2.6.10 Konstruktion von Mathematica-Paketen

In einem typischen Mathematica-Paket werden im allgemeinen zwei Arten neuer Symbole eingeführt. Zum einen gibt es die, die Sie zur Nutzung außerhalb des Paketes „exportieren" wollen. Zum anderen gibt es jene, die Sie nur innerhalb eines Pakets einsetzen wollen. Sie können diese zwei Symbolarten unterscheiden, indem Sie sie in unterschiedliche Kontexte setzen.

Es ist üblich, für den Export vorgesehene Symbole in einen Kontext mit Namen Paket` zu setzen, der dem Namen des Pakets entspricht.
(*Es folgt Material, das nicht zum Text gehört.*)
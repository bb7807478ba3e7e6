import { figure } from './finding-data';
import { defineRule } from './rule';
import { meaningsInMm, watchToolComments } from './watch-tool-comments';

/** Two cutters under one number in one file. */
export const oneNumberTwoTools = defineRule({
  id: 'one-number-two-tools',
  group: 'tools',
  title: 'One tool number stands for two cutters',
  severity: 'stop',
  protects: 'Half of the work from being cut with the other cutter.',
  explanation:
    'Two comments of one program give one tool number two diameters, more than 0.05 mm apart: two cutters were posted with one number. Only sizes that can be read in one way are compared, and tapered or pointed cutters are left out.',
  examples: {
    bad: '(T2 D=6. CR=0. - ZMIN=-5 - FLAT END MILL)\n(T2 D=3.175 CR=0. - ZMIN=-2 - FLAT END MILL)\nG21 G90 G54\nG0 X0\nM30',
    good: '(T2 D=6. CR=0. - ZMIN=-5 - FLAT END MILL)\n(T5 D=3. CR=0. - ZMIN=-2 - FLAT END MILL)\nG21 G90 G54\nT2 M6 (6MM END MILL)\nG0 X0\nM30',
  },
  word: (data, lengths) => ({
    message: `T${figure(data, 'tool')} is ${lengths.length(figure(data, 'written'))} across in this comment and ${lengths.length(figure(data, 'first'))} in the one of line ${figure(data, 'firstLine')}.`,
    advice: 'Give the two cutters numbers of their own and post the program again.',
  }),
  observe: (_shop, report) => {
    const first = new Map<number, { readonly mm: number; readonly line: number }>();
    return watchToolComments((comment, state) => {
      const [mm, ...others] = meaningsInMm(comment);
      if (mm === undefined || others.length > 0 || comment.isTapered) return;
      const known = first.get(comment.about);
      if (!known) {
        first.set(comment.about, { mm, line: comment.place.line });
        return;
      }
      if (Math.abs(known.mm - mm) <= SAME_DIAMETER) return;
      const data = { tool: comment.about, written: mm, first: known.mm, firstLine: known.line };
      const cause = `T${comment.about}`;
      report.found({ cause, at: comment.place, tool: comment.about, data }, state);
    });
  },
});

/** The same as where a comment is held against the tool list (mm). */
const SAME_DIAMETER = 0.05;
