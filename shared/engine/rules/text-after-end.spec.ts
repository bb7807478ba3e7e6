import { test } from 'vitest';
import { checkRule } from '../testing/check-rule';
import { textAfterEnd } from './text-after-end';

test('flags blocks after the end', () => {
  checkRule(
    textAfterEnd,
    {},
    `
M30
G0 X10
^^^^^^ text-after-end: Blocks stand after the end of the program; they are never run.
G0 X20
`,
  );
});

test('allows blank lines, comments and a closing percent mark after it', () => {
  checkRule(
    textAfterEnd,
    {},
    `
%
G0 X10
M30

(END OF FILE)
%
`,
  );
});
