import { isBounds, type Value } from '../expressions/value';
import { parameterKey, showParameter, type ParameterKey } from '../parameters/parameter-name';
import { ParameterStore, unknownValue, type LiveParameter } from '../parameters/parameter-store';
import type { Grammar } from '../expressions/grammar';
import { hold } from './held-tool';
import type { ProbeResult } from './kept';
import type { Run } from './run';
import { wholeNumber } from './whole-number';
import { AXES, offsetName, type AxisName } from './work-offsets';

/** What the parameters of the published language are read off. */
type Read = Pick<Run, 'shop' | 'controller' | 'machine' | 'offsets' | 'references' | 'probed'>;

/** Facts sheet 4.3: where the parameters of each axis begin. */
const PROBED = 5_061;
const HOME = { g28: 5_161, g30: 5_181 } as const;
const PRESET = 5_211;
const ACTIVE_OFFSET = 5_220;
const FIRST_ORIGIN = 5_221;
const ORIGIN_STEP = 20;
const OFFSETS = 9;
/** Whether the last probing touched; common practice, no source. */
const PROBE_TOUCHED = 5_070;

/** The parameters of a walk, with the setup's starting values in place. */
export function openParameters(read: Read, grammar: Grammar): ParameterStore {
  const stated = new Map<ParameterKey, number | undefined>();
  for (const { into } of read.controller.codes)
    if (into !== undefined) stated.set(parameterKey(into), undefined);
  const live = liveParameters(read, grammar);
  const declared = declaredParameters(read);
  for (const [name, value] of Object.entries(read.controller.parameters)) {
    const key = parameterKey(name);
    // A stated starting value wins over references and work offsets, not over what the spindle holds.
    if (live.has(key)) live.get(key)!.write?.(value);
    else stated.set(key, value);
  }
  read.offsets.settle(read.machine.workOffset);
  return new ParameterStore(grammar, new Map([...live, ...declared]), stated);
}

function liveParameters(read: Read, { isMacro }: Grammar): Map<ParameterKey, LiveParameter> {
  const live = new Map<ParameterKey, LiveParameter>();
  // A macro dialect numbers its system variables in a way of its own (facts sheet 12.1.1).
  if (isMacro) return live;
  const { machine, offsets, probed } = read;
  const first: Partial<Record<AxisName, number>> = {};
  const second: Partial<Record<AxisName, number>> = {};
  AXES.forEach((axis, index) => {
    live.set(PROBED + index, { read: () => probed[axis] });
    live.set(HOME.g28 + index, referenceAxis(read, 'g28', axis, HOME.g28 + index, first));
    live.set(HOME.g30 + index, referenceAxis(read, 'g30', axis, HOME.g30 + index, second));
    const unit = storedUnit(read, axis);
    live.set(PRESET + index, {
      read: () => offsets.presetKept[axis] / unit,
      write(value) {
        if (isBounds(value)) return 'unknown';
        offsets.presetKept[axis] = (value ?? 0) * unit;
        offsets.presetAxesKept |= (1 << index) & 7;
        return undefined;
      },
    });
    for (let number = 1; number <= OFFSETS; number++) {
      const parameter = FIRST_ORIGIN + (number - 1) * ORIGIN_STEP + index;
      live.set(parameter, originAxis(read, offsetName(number)!, axis, parameter));
    }
  });
  live.set(PROBE_TOUCHED, { read: () => probed.touched });
  live.set(ACTIVE_OFFSET, { read: () => offsetNumber(machine.workOffset) });
  return live;
}

/** Stored lengths are in the setup's unit throughout: the published language converts none of them (4.12). */
const storedUnit = ({ controller }: Read, axis: AxisName): number =>
  controller.defaults.units === 'inch' && axis !== 'a' ? 25.4 : 1;

function originAxis(read: Read, name: string, axis: AxisName, parameter: number): LiveParameter {
  const { machine, offsets } = read;
  const unit = storedUnit(read, axis);
  return {
    read() {
      const mm = offsets.assigned(name, axis);
      return mm === undefined ? unknownValue(parameter) : mm / unit;
    },
    write(value) {
      if (isBounds(value)) return 'unknown';
      offsets.assign(name, axis, (value ?? 0) * unit, name === machine.workOffset);
      return undefined;
    },
  };
}

function referenceAxis(
  read: Read,
  code: 'g28' | 'g30',
  axis: AxisName,
  parameter: number,
  stored: Partial<Record<AxisName, number>>,
): LiveParameter {
  const unit = storedUnit(read, axis);
  const { references } = read;
  return {
    read() {
      const mm = references[code]?.[axis] ?? stored[axis] ?? (axis === 'a' ? 0 : undefined);
      return mm === undefined ? unknownValue(parameter) : mm / unit;
    },
    write(value) {
      if (isBounds(value)) return 'unknown';
      stored[axis] = (value ?? 0) * unit;
      const { x, y, z, a } = Object.assign(stored, references[code], { [axis]: stored[axis] });
      // A stored point is one once all of it is known.
      if (x !== undefined && y !== undefined && z !== undefined)
        references[code] = { x, y, z, a: a ?? 0 };
      return undefined;
    },
  };
}

function offsetNumber(name: string): Value {
  for (let number = 1; number <= OFFSETS; number++) if (offsetName(number) === name) return number;
  return unknownValue(ACTIVE_OFFSET);
}

/** Parameters that the setup says hold tools, pockets and inputs. */
function declaredParameters(read: Read): Map<ParameterKey, LiveParameter> {
  const { controller, machine, shop } = read;
  const live = new Map<ParameterKey, LiveParameter>();
  const put = (
    name: string | undefined,
    worth: (key: ParameterKey) => Value,
    write?: LiveParameter['write'],
  ) => {
    if (name === undefined) return;
    const key = parameterKey(name);
    live.set(key, { read: () => worth(key), ...(write ? { write } : {}) });
  };
  const tools = [0, ...shop.toolByNumber.keys()];
  const anyTool = (key: ParameterKey): Value => within(tools, key);
  const anyPocket = (key: ParameterKey): Value => within([0, ...shop.pocketByNumber.keys()], key);
  // A program that sets it tells the controller what the spindle holds; nothing moves.
  put(
    controller.currentTool,
    (key) => (machine.held.known ? machine.held.number : anyTool(key)),
    (value) => {
      if (isBounds(value)) return 'unknown';
      const number = wholeNumber(value ?? 0);
      hold(read, number >= 0 ? number : null);
      return undefined;
    },
  );
  put(
    controller.selectedTool,
    (key) => machine.selectedTool ?? anyTool(key),
    (value) => {
      if (isBounds(value)) return 'unknown';
      const number = wholeNumber(value ?? 0);
      machine.selectedTool = number >= 0 ? number : null;
      return undefined;
    },
  );
  put(controller.currentPocket, (key) => {
    const { known, number } = machine.held;
    return known && number !== null ? pocketOf(read, number) : anyPocket(key);
  });
  put(controller.selectedPocket, (key) => {
    const { selectedTool } = machine;
    if (selectedTool === null) return anyPocket(key);
    return controller.toolWord === 'pocket' ? selectedTool : pocketOf(read, selectedTool);
  });
  const contents = new Map<string, Value>();
  for (const [pocket, name] of Object.entries(controller.pocketContents))
    put(
      name,
      () => contents.get(pocket) ?? shop.toolOfPocket.get(Number(pocket)) ?? 0,
      (value) => void contents.set(pocket, value),
    );
  for (const { parameter, when } of controller.inputs)
    put(parameter, (key) => within([0, 1, when], key));
  return live;
}

const pocketOf = ({ shop }: Read, tool: number): number => shop.pocketsOfTool.get(tool)?.[0] ?? 0;

function within(values: readonly number[], key: ParameterKey): Value {
  return { least: Math.min(...values), greatest: Math.max(...values), of: showParameter(key) };
}

/** Before anything has been probed in this program. */
export const notProbed = (): ProbeResult => ({
  x: unknownValue(PROBED),
  y: unknownValue(PROBED + 1),
  z: unknownValue(PROBED + 2),
  a: unknownValue(PROBED + 3),
  touched: unknownValue(PROBE_TOUCHED),
});
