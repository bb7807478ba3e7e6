import type { MachineState, Observer, Place } from '../interpreter/events';
import { isProgramMotion } from './mode-not-stated';

/** A T word that no change consumed. */
export interface LeftSelection {
  readonly number: number;
  readonly place: Place;
  /** Whether the tool in the spindle had already cut since its change when this was chosen. */
  readonly cutBefore: boolean;
  /** Whether it went on cutting after it. */
  readonly cutAfter: boolean;
  /** Whether the program ended with it; otherwise another T took its place. */
  readonly atEnd: boolean;
  readonly changed: boolean;
  /** The first tool the program changes to; undefined when it changes to none. */
  readonly firstTool: number | undefined;
}

/** Watches every T word, and tells of those that no later change consumes. */
export function watchSelections(
  judge: (left: LeftSelection, state: MachineState) => void,
): Observer {
  let pending: { number: number; place: Place; cutBefore: boolean } | undefined;
  let cutSinceChange = false;
  let cutAfter = false;
  let firstTool: number | undefined;
  const leave = (atEnd: boolean, state: MachineState) => {
    if (!pending) return;
    const left = { ...pending, cutAfter, atEnd, changed: state.changed, firstTool };
    pending = undefined;
    if (state.held.number !== left.number) judge(left, state);
  };
  return {
    toolSelected({ number, place }, state) {
      if (pending && pending.number !== number) leave(false, state);
      if (pending) return;
      pending = { number, place, cutBefore: cutSinceChange };
      cutAfter = false;
    },
    toolChanging(event) {
      pending = undefined;
      firstTool ??= event.written;
    },
    toolChanged() {
      cutSinceChange = false;
      cutAfter = false;
    },
    motion(motion) {
      if (cutAfter && cutSinceChange) return;
      if (motion.kind === 'rapid' || !motion.moves || !isProgramMotion(motion)) return;
      cutSinceChange = true;
      if (pending) cutAfter = true;
    },
    programEnd(_event, state) {
      leave(true, state);
    },
  };
}
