import { figure } from './finding-data';
import { defineRule } from './rule';

/** A speed under what the machine description says the spindle can hold. */
export const speedBelowSpindle = defineRule({
  id: 'speed-below-spindle',
  group: 'spindle-and-feed',
  title: 'Slower than the spindle can turn',
  severity: 'hold',
  hold: 'judge',
  protects: 'The spindle, which has little torque and poor cooling under its least speed.',
  explanation:
    'Some controllers raise the speed to the least one without a word, some let the spindle stall. S0 is not judged here: with it the spindle does not turn at all.',
  examples: {
    bad: 'G21 G90 G54\nT1 M6\nS900 M3\nM30',
    good: 'G21 G90 G54\nT1 M6\nS6000 M3\nM30',
  },
  word: (data) => ({
    message: `Asks for ${figure(data, 'speed')} rev/min; this spindle turns at least ${figure(data, 'least')}.`,
    advice: 'Choose a speed this spindle can hold, and fit the feed to it.',
  }),
  observe: (shop, report) => {
    const least = shop.setup.machine.spindle.minRpm;
    return {
      spindle({ turning, speed, place }, state) {
        if (turning === 'off' || speed === 0 || least <= speed) return;
        // A start without any S word is a finding of its own.
        if (state.setAt('speed') === undefined) return;
        report.found({ cause: '', by: least - speed, at: place, data: { speed, least } }, state);
      },
    };
  },
});
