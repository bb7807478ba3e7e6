import { Block } from '../blocks/block';
import { addCode, parseBlock, refuseLineComments } from '../blocks/parse-block';
import { codeName, groupTables } from '../blocks/code-groups';
import { LineWords } from '../lexer/line-words';
import { readLine } from '../lexer/read-line';
import type { Shop } from '../shop/shop';
import { readStatement } from '../statements/read-statement';
import type { Statement } from '../statements/statement';
import { LONGEST_LINE, LineSource, type LineReader } from '../source/line-source';
import { findDeclared } from './declared-codes';
import { endProgram } from './ends';
import type { Observer, Place } from './events';
import { carryOut } from './interpreter';
import { QuietLines } from './quiet/quiet-lines';
import { openRun } from './open-run';
import { tellProblem, type Run } from './run';
import { carryOutUnknown } from './unknown-codes';
import { forgetUnknownWords } from './unknown-position';
import { workOut } from './work-out';

export interface WalkOptions {
  /** Whether blocks with a `/` in front are skipped. */
  readonly skips: boolean;
  /** For tests: reads every line word by word and tells every motion. */
  readonly isAlwaysLoud?: boolean | undefined;
}

/** One reading of a program: bytes in, events out. */
export class Walk implements LineReader {
  /** Lines begun so far. */
  linesRead = 0;
  /** Lines with at least one word, run or not. */
  blocks = 0;
  /** The first block with a `/` in front. */
  firstSkippable: Place | undefined;
  private readonly source = new LineSource(this);
  private readonly words = new LineWords();
  private readonly block = new Block(this.words);
  private readonly run: Run;
  private readonly isAlwaysLoud: boolean;
  private readonly builtIn: ReturnType<typeof groupTables>;
  private readonly longestBlock: number;
  private readonly quietLines: QuietLines;
  private isDone = false;
  /** Whether a comment stood on a line of its own since the last block, which is told with the next. */
  private isCommentWaiting = false;
  private isFramed = false;
  private isTextAfterTold = false;
  /** Whether any block said more than a number. */
  private isEmpty = true;
  private lastWritten = 1;

  constructor(
    shop: Shop,
    observers: readonly Observer[],
    private readonly options: WalkOptions,
  ) {
    this.run = openRun(shop, this.block, observers);
    this.quietLines = new QuietLines(this.run, this.run.tell.quiet);
    this.isAlwaysLoud = options.isAlwaysLoud === true;
    this.builtIn = groupTables(this.run.dialect.isStrict);
    this.longestBlock = shop.setup.controller.longestBlock;
  }

  /** Whether some motion was carried out at the bounds of what is not known. */
  get movesAtBounds(): boolean {
    return this.run.movesAtBounds;
  }

  push(bytes: Uint8Array): void {
    this.source.push(bytes);
  }

  /** Tells what is only known once the text is over. */
  endOfText(): void {
    this.source.end();
    this.run.tell.quiet.flush();
    const { run } = this;
    const { machine, tell, endedBy } = run;
    this.words.clear();
    machine.line = this.lastWritten;
    const place = machine.place();
    if (this.isEmpty) tell.problem({ problem: 'empty-program', place, facts: {} });
    else if (endedBy === '' && this.isFramed)
      tell.problem({ problem: 'cut-short', place, facts: { reason: 'percent' } });
    if (!this.isEmpty && (endedBy === '' || endedBy === '%'))
      tell.problem({ problem: 'missing-end', place, facts: { percent: endedBy === '%' } });
    if (endedBy === '') tell.programEnd({ code: 'end-of-text', place });
  }

  readLines(bytes: Uint8Array, at: number, end: number): void {
    const { words } = this;
    words.bytes = bytes;
    this.quietLines.forget();
    while (at < end) {
      if (!this.isLoud && this.quietLines.isOpen()) {
        at = this.readQuietLines(bytes, at, end);
        if (at >= end) break;
      }
      this.run.tell.quiet.flush();
      const next = readLine(bytes, at, words);
      this.linesRead++;
      if (words.end - at > LONGEST_LINE) this.tellOverlong(words.end - at);
      else this.takeLine();
      at = next;
    }
  }

  private readQuietLines(bytes: Uint8Array, at: number, end: number): number {
    const { quietLines, linesRead } = this;
    const next = quietLines.read(bytes, at, end, linesRead);
    this.linesRead += quietLines.lines;
    this.blocks += quietLines.blocks;
    if (quietLines.lastWritten > 0) this.lastWritten = linesRead + quietLines.lastWritten;
    if (quietLines.blocks > 0) this.isEmpty = false;
    return next;
  }

  /** Whether the next line is to be read word by word whatever it holds: a block waits for it, or none may follow. */
  private get isLoud(): boolean {
    return this.isDone || this.isCommentWaiting || !this.words.ended || this.isAlwaysLoud;
  }

  readOverlong(_bytes: Uint8Array, length: number): void {
    this.linesRead++;
    this.tellOverlong(length);
  }

  readLast(bytes: Uint8Array, end: number): void {
    this.words.ended = false;
    this.readLines(bytes, 0, end);
  }

  private tellOverlong(length: number): void {
    const { words, run } = this;
    words.clear();
    this.lastWritten = run.machine.line = this.linesRead;
    this.blocks++;
    this.isEmpty = false;
    if (this.isDone) return;
    const facts = { reason: 'too-long', length, most: LONGEST_LINE };
    tellProblem(run, 'unreadable-block', undefined, facts);
    run.tell.block();
  }

  private takeLine(): void {
    const { words, run } = this;
    if (words.end === words.start) return;
    run.machine.line = this.linesRead;
    this.lastWritten = this.linesRead;
    if (words.isRare) this.takeRareLine();
    else if (words.count > 0) {
      this.blocks++;
      if (this.isDone) return this.tellTextAfter();
      parseBlock(words, this.block, run.dialect);
      this.isEmpty = false;
      // Sorting may find conflicts, and codes that no table places.
      if (words.isRare || this.block.others.length > 0) this.finishRareBlock();
      else this.finishBlock();
    }
    if (words.end - words.start > this.longestBlock && !this.isDone) this.tellLong();
  }

  private finishBlock(): void {
    const { run } = this;
    carryOut(run);
    run.tell.block();
    this.isCommentWaiting = false;
    if (run.endedBy !== '') this.isDone = true;
  }

  private takeRareLine(): void {
    const { words, run } = this;
    const statement = words.isStatement ? readStatement(words, run.grammar) : undefined;
    if (words.percentAt >= 0) this.takePercent();
    if (words.comments.length > 0 && run.dialect.isStrict) refuseLineComments(words);
    const hasWords = words.count > 0 || words.faults.length > 0 || words.isStatement;
    if (hasWords) this.takeRareBlock(statement);
    else if (words.comments.length > 0 && !this.isDone) {
      this.tellComments();
      this.isCommentWaiting = true;
    }
  }

  private takeRareBlock(statement: Statement | undefined): void {
    const { words, run } = this;
    this.blocks++;
    if (this.isDone) return this.tellTextAfter();
    if (words.skippable) {
      const at = words.skipAt - words.start;
      this.firstSkippable ??= run.machine.place({ bytes: [at, at + 1] });
      if (this.options.skips) return;
    }
    if (statement) this.takeStatement(statement);
    parseBlock(words, this.block, run.dialect);
    if (words.count > 0 || words.faults.length > 0) this.isEmpty = false;
    this.finishRareBlock();
  }

  /** What computes is worked out into the block's words; what steers is named, and not followed yet. */
  private takeStatement(statement: Statement): void {
    const { words, run } = this;
    const { flow, settings } = statement;
    const isLabel = flow?.kind === 'labelled' && flow.keyword === 'program';
    if (settings.length > 0) this.isEmpty = false;
    if (flow && !isLabel)
      words.fault({
        problem: 'not-modelled',
        from: words.start + flow.from,
        to: words.start + flow.to,
        facts: { what: words.text(words.start + flow.from, words.start + flow.to), reason: 'flow' },
        voids: true,
      });
    else if (!words.isVoid) workOut(run, statement);
    // Of a block that is not carried out, words without a value would only be found faulty again.
    if (words.isVoid) words.count = 0;
  }

  private finishRareBlock(): void {
    const { words, run } = this;
    if (this.block.others.length > 0) this.resolveOthers();
    if (words.faults.length > 0) this.tellFaults();
    if (words.comments.length > 0) this.tellComments();
    if (words.isVoid) {
      forgetUnknownWords(run);
      run.tell.block();
    } else this.finishBlock();
  }

  /** A declared code whose conditions do not hold here keeps its built-in meaning. */
  private resolveOthers(): void {
    const { run, block, builtIn } = this;
    const others = block.others.splice(0);
    for (const other of others) {
      const { letter, tenths, word } = other;
      if (findDeclared(run, codeName(letter, tenths))) block.others.push(other);
      else {
        const group = (letter === 'G' ? builtIn.g : builtIn.m)[tenths] ?? -1;
        if (group >= 0) addCode(block, group, tenths, word, run.dialect.isStrict);
        else {
          block.others.push(other);
          carryOutUnknown(run, other);
        }
      }
    }
  }

  /** The opening sign may follow comments; any later one ends the program. */
  private takePercent(): void {
    if (this.isDone) return;
    const { run } = this;
    if (!this.isFramed && this.blocks === 0) {
      this.isFramed = true;
      return;
    }
    if (!this.isFramed && run.dialect.isStrict)
      tellProblem(
        run,
        'unreadable-block',
        { bytes: this.percentBytes() },
        { reason: 'percent', what: '%' },
      );
    endProgram(run, '%');
    this.isDone = true;
  }

  private percentBytes(): readonly [number, number] {
    const from = this.words.percentAt - this.words.start;
    return [from, from + 1];
  }

  private tellLong(): void {
    const { words, run } = this;
    const length = words.end - words.start;
    tellProblem(
      run,
      'long-block',
      { letters: 'none' },
      { length, limit: this.longestBlock, by: length },
    );
  }

  private tellTextAfter(): void {
    // What stands behind an alarm is not behind the program's end.
    if (this.isTextAfterTold || this.run.callsMade || this.run.endedBy === 'alarm') return;
    this.isTextAfterTold = true;
    tellProblem(this.run, 'text-after-end', undefined, {});
  }

  private tellFaults(): void {
    const { words, run } = this;
    for (const { problem, from, to, facts, voids } of words.faults) {
      const bytes = [from - words.start, to - words.start] as const;
      // A last line that breaks off where a word should go on is a file that was cut.
      const isCut = !words.ended && voids && to >= words.end && problem === 'unreadable-block';
      if (isCut) tellProblem(run, 'cut-short', { bytes }, { ...facts, reason: 'last-block' });
      else tellProblem(run, problem, { bytes }, facts);
    }
  }

  private tellComments(): void {
    const { words, run } = this;
    if (!run.tell.wantsComments) return;
    for (const { from, to } of words.comments) {
      const text = words.decode(from, to);
      const message = MESSAGE.exec(text);
      run.tell.comment({
        text: message ? text.slice(message[0].length) : text,
        message: message !== null,
        place: run.machine.place({ bytes: [from - words.start, to - words.start] }),
      });
    }
  }
}

/** NISTIR 6556 3.2.4: `MSG,` in any case, blanks allowed between. */
const MESSAGE = /^[ \t]*m[ \t]*s[ \t]*g[ \t]*,/i;
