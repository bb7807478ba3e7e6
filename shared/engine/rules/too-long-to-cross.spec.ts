import { test } from 'vitest';
import { checkRule } from '../testing/check-rule';
import { tooLongToCross } from './too-long-to-cross';

test('flags a tool that cannot be lifted over the parked ones where pockets open to the far side', () => {
  checkRule(
    tooLongToCross,
    {
      rack: {
        pockets: [1, 2].map((number) => ({
          number,
          grip: { x: 100 + 150 * number, y: 2500, z: -125 },
          opens: '+y',
          largestDiameter: 50,
          longest: 190,
          taper: 'ISO30',
        })),
      },
      loading: {
        pockets: [
          { pocket: 1, tool: 1 },
          { pocket: 2, tool: 2 },
        ],
      },
    },
    `
T1 M6
^^^^^ too-long-to-cross: T1 (10 mm end mill) is 42 mm (1.654 in) too long to be carried over the parked tools: at the top of Z its tip is at Z -95 mm (-3.74 in), the highest parked stud at Z -53 mm (-2.087 in).
M30
`,
  );
});

test('allows the same tools where pockets open towards the table', () => {
  checkRule(
    tooLongToCross,
    {},
    `
T1 M6
T2 M6
M30
`,
  );
});
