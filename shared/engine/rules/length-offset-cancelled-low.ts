import type { Motion, MachineState } from '../interpreter/events';
import { LIMIT_SLACK } from '../geometry/tolerance';
import { figure, has, toolWords } from './finding-data';
import { defineRule } from './rule';
import { usesLengthTable, watchProgramZ, type LengthSinceChange } from './watch-length';

/** The length is taken away, and Z then moves down as if there were no tool. */
export const lengthOffsetCancelledLow = defineRule({
  id: 'length-offset-cancelled-low',
  group: 'length',
  title: 'Z moves down after the length offset was cancelled',
  severity: 'stop',
  protects:
    'The stock, the table and the tip from a move that comes down by the whole length of the tool.',
  explanation:
    'G49 and H0 move nothing by themselves; the next Z word in program coordinates is then read as a height of the spindle nose. A move up is ordinary, as are G53 and G28, which do not heed the length: only a move that takes the head down is reported.',
  examples: {
    bad: 'G21 G90 G54\nT1 M6\nG43 H1 G0 Z50\nG49\nG0 Z20\nM30',
    good: 'G21 G90 G54\nT1 M6\nG43 H1 G0 Z50\nG49\nG53 G0 Z0\nM30',
  },
  word: (data, lengths) => ({
    message: `The length offset of ${toolWords(data)} is cancelled${has(data, 'setAt') ? ` (line ${figure(data, 'setAt')})` : ''}, and Z then moves down by ${lengths.length(figure(data, 'down'))} in program coordinates.`,
    advice: 'Retract by G53 G0 Z0 first, and leave G49 out where no program move follows.',
  }),
  observe: (shop, report) => {
    if (!usesLengthTable(shop)) return {};
    const judge = (motion: Motion, state: MachineState, since: LengthSinceChange) => {
      const down = motion.fromZ - motion.minZ;
      if (!since.cancelled || down <= LIMIT_SLACK) return;
      const setAt = state.setAt('lengthOffset')?.line;
      const { number, tool } = state.held;
      const data = {
        tool: number,
        name: tool?.name ?? '',
        down,
        ...(setAt !== undefined && { setAt }),
      };
      report.found({ cause: '', by: down, at: state.place({ letters: 'Z' }), data }, state);
    };
    return watchProgramZ(shop, judge, (_state, since) => !since.cancelled);
  },
});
Wenn das Paket eingelesen wird, fügt es diesen Kontext dem Kontext-Suchpfad hinzu, so daß die Symbole in diesem Kontext mit ihrem Kurznamen angesprochen werden können.

Symbole, die nicht für den Export, sondern stattdessen für die interne Benutzung im Paket vorgesehen sind, werden nach Übereinkunft in einen Kontext mit dem Namen Paket`Private` gesetzt. Dieser Kontext wird dem Kontext-Suchpfad nicht hinzugefügt. Deshalb kann auf die Symbole in diesem Kontext nur durch Angabe ihrer vollständigen Namen zugegriffen werden.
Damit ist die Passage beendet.